Computing Prefix Sum/Scan on different arrays (with CUB) in parallel

The following function sequentially performs a prefix sum or scan on dim arrays of integers.

// dataPtr points the start of an array or arrays of integers for which the prefix sum is to be computed
// Example: [x1, x2 ... xN, y1, y2 ... yN, z1, z2 ... zN]
// 
void func( int* radixPtr , int* dataPtr , short size , short dim )
{
    void* tmpStorage = 0;
    size_t offset = 0 , tmpStorageSize = 0;

    cub::DeviceScan::ExclusiveSum( tmpStorage , tmpStorageSize , dataPtr , radixPtr , size );
    allocateDeviceMemory( &tmpStorage , tmpStorageSize );  // wrapper for cudaMalloc()

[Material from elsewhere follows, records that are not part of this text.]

/// Polls `status` until no axis moves (each poll also checks the session's mark: a
/// controller that restarted is noticed here).
fn wait_arrival(s: &mut Dev) -> Result<(), Halt> {
    let t = Instant::now();
    loop {
        let st = ask_ok(s, "status")?.last;
        if let Some(trip) = reply_field(&st, "trip") {
            return Err(Halt::Device(format!(
                "the controller stopped motion on its own (trip={trip}; status: {st})"
            )));
        }
        if reply_field(&st, "moving") == Some("0") {
            return Ok(());
        }
        if t.elapsed() > Duration::from_secs(ARRIVAL_TIMEOUT_S) {
            return Err(Halt::Device(format!(
                "the axes still move after {ARRIVAL_TIMEOUT_S} s (status: {st})"
            )));
        }
        interrupted()?;
        std::thread::sleep(Duration::from_millis(20));
    }
}

/// Waits `s` seconds, in slices, so that Ctrl-C is not kept waiting.
fn dwell(s: f64) -> Result<(), Halt> {
    let end = Instant::now() + Duration::from_secs_f64(s);
    while Instant::now() < end {
        interrupted()?;
        std::thread::sleep((end - Instant::now()).min(Duration::from_millis(20)));
    }
    interrupted()
}
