pub(super) fn fit_arm_zero(
    a: &FitArgs,
    rows: &[CsvRow],
    ctx: &str,
    r: &mut Report,
) -> CliResult<()> {
    let p = a.input.as_path();
    let (Some(crystal), Some(face_t), Some(beam_t)) = (&a.crystal, &a.face, &a.beam) else {
        return Err(CliError::new(
            "fit arm-zero needs the beam's model: give --crystal ID --face HKL --beam H,K (and --tilt DEG)",
        ));
    };
    let c = &calc::crystal_at(crystal, &a.sample)?;
    let (_, face) = calc::face_of(c, face_t)?;
    let rod = calc::parse_rod(beam_t)?;
    let tilt = check_angle(a.tilt, "tilt", TILT_MAX_DEG)?;
    let sample = match a.sample_work_function {
        calc::EvOrFace::Ev(x) => x,
        calc::EvOrFace::Face => calc::table_value(
            calc::TableValue::WorkFunction,
            "--sample-work-function",
            c,
            &face,
        )?,
    };
    for (name, x) in [
        ("cathode-work-function", a.cathode_work_function),
        ("sample-work-function", sample),
    ] {
        beam::check_work_function(x).ctx(format_args!("--{name} {x}"))?;
    }
    let wf = a.cathode_work_function - sample;
    if face.rod_inv_a(rod) == [0.0, 0.0] {
        return Err(CliError::new(format!(
            "fit arm-zero --beam {}: the specular beam sits at twice the tilt at every energy, so it cannot fix the gun offset; measure a diffracted beam",
            rod_text(rod)
        )));
    }
    let cols = a.kind.columns();
    let mut pts = Vec::with_capacity(rows.len());
    for row in rows {
        pts.push((csv_f32(p, row, 0, cols[0])?, csv_f32(p, row, 1, cols[1])?));
    }
    let model_fit = matterwave_core::fit::arm_zero_in_plane(&face, rod, tilt, wf, &pts).map_err(|e| match e {
        Error::Evanescent => CliError {
            code: Some(e.code()),
            message: format!(
                "{ctx}: the beam {} is evanescent at some of the energies; check --crystal, --face, --beam and --tilt",
                rod_text(rod)
            ),
        },
        other => CliError::core(other, ctx),
    })?;
    let (fit, s) = (model_fit.fit, f32::from(model_fit.branch));
    let model = |e: f32| goniometer::in_plane_arm_deg(&face, rod, tilt, model_fit.branch, e + wf);
    let [zero, offset] = fit.params;
    crystal_face_fields(r, c, &face);
    r.field("beam", "beam", text(rod_text(rod)));
    r.field("tilt_deg", "tilt (deg)", f(tilt, 3));
    r.field("branch", "branch", Value::Int(s as i64));
    if wf != 0.0 {
        r.field("contact_potential_ev", "φcathode − φsample (eV)", f(wf, 3));
    }
    r.field("arm_zero_deg", "arm zero δ0 (deg)", f(zero, 4));
    r.field("arm_zero_sigma_deg", "σ δ0 (deg)", f(fit.sigma[0], 4));
    r.field("energy_offset_ev", "gun offset ΔE (eV)", f(offset, 3));
    r.field("energy_offset_sigma_ev", "σ ΔE (eV)", f(fit.sigma[1], 3));
    r.field(
        "rms_residual_deg",
        "rms arm residual (deg)",
        f(fit.rms_residual, 4),
    );
    r.field("points", "points", Value::Int(fit.points.into()));
    r.field(
        "iterations",
        "iterations",
        Value::Int(fit.iterations.into()),
    );
    let mut list = List {
        key: "residuals",
        columns: vec![
            col("nominal_ev", "nominal (eV)"),
            col("arm_deg", "arm (deg)"),
            col("fitted_deg", "fitted (deg)"),
            col("residual_deg", "residual (deg)"),
        ],
        rows: Vec::new(),
    };
    for &(e, arm) in &pts {
        let pred = model(e + offset).ctx(ctx)? + zero;
        list.rows
            .push(vec![f(e, 3), f(arm, 4), f(pred, 4), f(arm - pred, 4)]);
    }
    r.list = Some(list);
    Ok(())
}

    // Sequential. TODO: parallelize
    for( ushort i = 0; i < dim; ++i )
    {
        cub::DeviceScan::ExclusiveSum( tmpStorage , tmpStorageSize , dataPtr + offset , radixPtr + offset , size );
        offset += size;
    }
}

As each array is independent it ought to be possible to compute the prefix sums in parallel instead of in series. How would I go about doing this? I know streams are an option. What I’d like to know is if there are others.

Kernels are executed serially per stream. The only way to have two kernels executing simultaneously is via different streams. I’m not even sure GPUs are capable of this though. As of now, I’m only aware that you can execute a kernel and copy data to and from the device at the same time.

Kernels are executed serially per stream. The only way to have two kernels executing simultaneously is via different streams. I’m not even sure GPUs are capable of this though. As of now, I’m only aware that you can execute a kernel and copy data to and from the device at the same time.

For what purpose? what benefit are you expecting from that?

If size is large, then the device scan should occupy the device, and there is likely little or no benefit to exposing more parallelism.

If size is small then cub provides primitives that could work at the block level or even at the warp level, that could be used to parallelize.

Speed.

The scans computations are independent and have nothing to do with each other, apart from the input arrays being contiguous. Assuming the problem isn’t too large or its running on a high-end GPU, is there be some way to dispatch these ‘tasks’ and have CUDA execute as many as possible in parallel or at worst serially? Is this something that can be done with CUB or do I have to use streams. I am not objecting to the use of streams. I just want to be sure that I’m reaching for the simplest possible solution.

BTW, the all the data is already on GPU memory.

it’s easy - run <<>> instances of the kernel instead of sequential “for” loop

Yeah, but won’t I have to specify a different stream when I do that?